Rule based mail recognition

Recently, the red raindrop team of Qianxin Threat Intelligence Center announced the attack activity of "tiger Hibiscus", a high-level threat organization from Northeast Asia, which exploits the 0day level browser vulnerability, and the discovery of attack clues also comes from the advanced threat detection and filtering system.

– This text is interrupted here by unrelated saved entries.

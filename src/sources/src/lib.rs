//! Every published figure the engine uses, as data: value, spread, unit, who published it, and how it was
//! seen. A figure that nobody published is marked as assumed, and stands here all the same.

mod acid_base;
mod bedside;
mod body;
mod priors;
mod production;

pub use acid_base::*;
pub use bedside::*;
pub use body::*;
pub use priors::*;
pub use production::*;

/// How well a figure was seen.
#[derive(Debug, Clone, Copy, PartialEq, Eq)]
pub enum Seen {
    /// Read in the paper's abstract or in an excerpt of its text.
    Opened,
    /// Read in another text that quotes it.
    Quoted,
    /// From memory; not opened.
    Memory,
    /// Computed by us from other rows.
    Computed,
    /// Assumed by us: a choice.
    Assumed,
    /// A rule of the trade with no single source.
    CommonPractice,
}

/// One figure.
#[derive(Debug, Clone, Copy, PartialEq)]
pub struct Figure {
    /// Stable name, as answers cite it.
    pub id: &'static str,
    /// What it is.
    pub what: &'static str,
    /// Its value in `unit`.
    pub value: f64,
    /// One standard deviation in `unit`, of ln where the unit says so; 0 for a definition or a coefficient.
    pub spread: f64,
    /// Unit; "1" for a pure number.
    pub unit: &'static str,
    /// Authors, journal or standard, year.
    pub cite: &'static str,
    /// How it was seen.
    pub seen: Seen,
}

/// Declares figures as constants and lists them.
macro_rules! figures {
    ($list:ident; $( $name:ident = $value:expr, $spread:expr, $unit:literal, $what:literal, $cite:expr, $seen:ident; )+) => {
        $(
            #[doc = $what]
            pub const $name: crate::Figure = crate::Figure {
                id: stringify!($name), what: $what, value: $value, spread: $spread, unit: $unit, cite: $cite,
                seen: crate::Seen::$seen,
            };
        )+
        /// The figures of this file.
        pub const $list: &[crate::Figure] = &[$($name),+];
    };
}
pub(crate) use figures;

/// Every figure, file by file.
pub const ALL: &[&[Figure]] = &[ACID_BASE, BODY, PRODUCTION, PRIORS, BEDSIDE];

/// The figure called `id`.
#[must_use]
pub fn find(id: &str) -> Option<&'static Figure> {
    ALL.iter().flat_map(|list| list.iter()).find(|figure| figure.id == id)
}

#[cfg(test)]
mod tests {
    use super::*;

    #[test]
    fn every_figure_is_named_once_and_says_where_it_is_from() {
        let all: Vec<&Figure> = ALL.iter().flat_map(|list| list.iter()).collect();
        for (i, figure) in all.iter().enumerate() {
            assert!(all[i + 1..].iter().all(|other| other.id != figure.id), "{} twice", figure.id);
            assert!(
                !figure.what.is_empty() && !figure.cite.is_empty() && !figure.unit.is_empty(),
                "{}",
                figure.id
            );
            assert!(figure.value.is_finite() && figure.spread >= 0.0, "{}", figure.id);
        }
        assert_eq!(find("PBW_PER_CM").map(|f| f.value), Some(0.91));
        assert_eq!(find("no such figure"), None);
    }
}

The email we witnessed was like this:

Based on the understanding of phishing email apt attack, we preset some rules of suspicious features:

This message hit some rules that caused it to be tagged:

The tag indicates that the analyst finds suspicious URL redirection in the email, suspicious Chinese in the link, and manually confirms the exploitation of the link oriented browser vulnerability in the email. Successful discovery of such attacks depends on our in-depth understanding of the technique of attack origin, that is, TTP details, and using rules to set corresponding checks Point to capture samples that need manual intervention. From this perspective, at present, the information provided by att & CK matrix is too rough, and there is a great room for improvement. It needs the joint efforts of the open source community to contribute details so that att & CK can play a greater guiding role.

Reference material


About author

Wang Lijun: Director of qi'anxin Threat Intelligence Center and expert of Hufu think tank.